“All things of value are helpless” is a famous line from a poem by the multitalented Dutch artist Lucebert. It’s even more true if you know where to look. Back in the old days, you just picked a suitable bank if you wanted to rob money. Nowadays, you would hack IDs: passwords, creditcard numbers, etc… conveniently, via email providers. To do this on a large scale, you would for instance attack a CA, a Certificate Authority.
Security Collapse in the HTTPS Market
In 2011, Comodo was hacked and so was DigiNotar, a Dutch commercial CA. This heist led to massive email hacks and other security violations. Trustwave was targeted in 2012. These are just a few examples of a widespread practice in many guises that keep stirring up emotion and analysis. The whole system of Trusted Third Parties, CAs, Public Key Infrastructures and protocols like HTTPS seems compromised, and this is no news as there is ample evidence since 2000 and before.

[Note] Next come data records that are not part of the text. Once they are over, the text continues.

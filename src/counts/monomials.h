// SPDX-License-Identifier: GPL-2.0-or-later
// COUNTS, private: products of powers of three coordinates, in one order everywhere
#pragma once

#include <array>
#include <cstddef>
#include <vector>

namespace deviascope {

// Graded order: degree by degree; within degree k, first x times each of degree k-1 in its
// order, then y times those of degree k-1 without x, then z^k:
//   1 | x y z | xx xy xz yy yz zz | xxx xxy xxz xyy xyz xzz yyy yyz yzz zzz | ...

/// Number of monomials below a degree: the place of the first one of that degree.
constexpr std::size_t first_monomial(int degree) {
    const auto k = static_cast<std::size_t>(degree);
    return k * (k + 1) * (k + 2) / 6;
}
/// Number of monomials up to and with a degree.
constexpr std::size_t n_monomials(int degree) {
    return first_monomial(degree + 1);
}

/// Writes the monomials of one degree >= 1 after those of the degree before.
/// @param out  all monomials; those of degree - 1 are read
template <typename Number>
[[gnu::always_inline]] inline void fill_degree(
    const Number& x, const Number& y, const Number& z, int degree, Number* out) {
    const auto k = static_cast<std::size_t>(degree);
    const Number* before = out + first_monomial(degree - 1);
    Number* next = out + first_monomial(degree);
    const std::size_t n_before = k * (k + 1) / 2;
    for (std::size_t m = 0; m < n_before; ++m) *next++ = x * before[m];
    for (std::size_t m = n_before - k; m < n_before; ++m) *next++ = y * before[m];
    *next = z * before[n_before - 1];
}

/// Powers of x, y, z.
using Exponents = std::array<int, 3>;
/// Of all monomials up to a degree, in order.
std::vector<Exponents> monomial_exponents(int degree);
/// k! / (i! j! l!) of a monomial x^i y^j z^l of degree k: its factor in (x + y + z)^k.
double multinomial(const Exponents& exponents);
/// Place of a monomial in the order.
std::size_t monomial_index(const Exponents& exponents);

}  // namespace deviascope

In October 2014, Communications of the ACM featured the article ‘Security Collapse in the HTTPS Market’ by experts from the Dutch University TU Delft that concluded: “Widely reported security incidents — such as DigiNotar’s breach, Apple’s #gotofail, and OpenSSL’s Heartbleed — have exposed systemic security vulnerabilities of HTTPS to a global audience. Then came Edward Snowden. HTTPS is both a major target of government hacking and eavesdropping, as well as an effective measure against dragnet content surveillance when Internet traffic traverses global networks. HTTPS, in short, is an absolutely critical but fundamentally flawed cybersecurity technology.”
The rigorous answer to this ‘System Error’ is a mix of append-only decentralization and replication. Luckily, we have a new kid on the block that listens to the name ‘Blockchain.’ This basic mechanism can provide a solid chain, so to speak, without an obvious weak link that begs to be broken. Just visit the website blockchain.info to see the system in its full glory, displaying the mining of the so-called ‘Bitcoins’ from the public transaction database. Everything open, honest and traceable.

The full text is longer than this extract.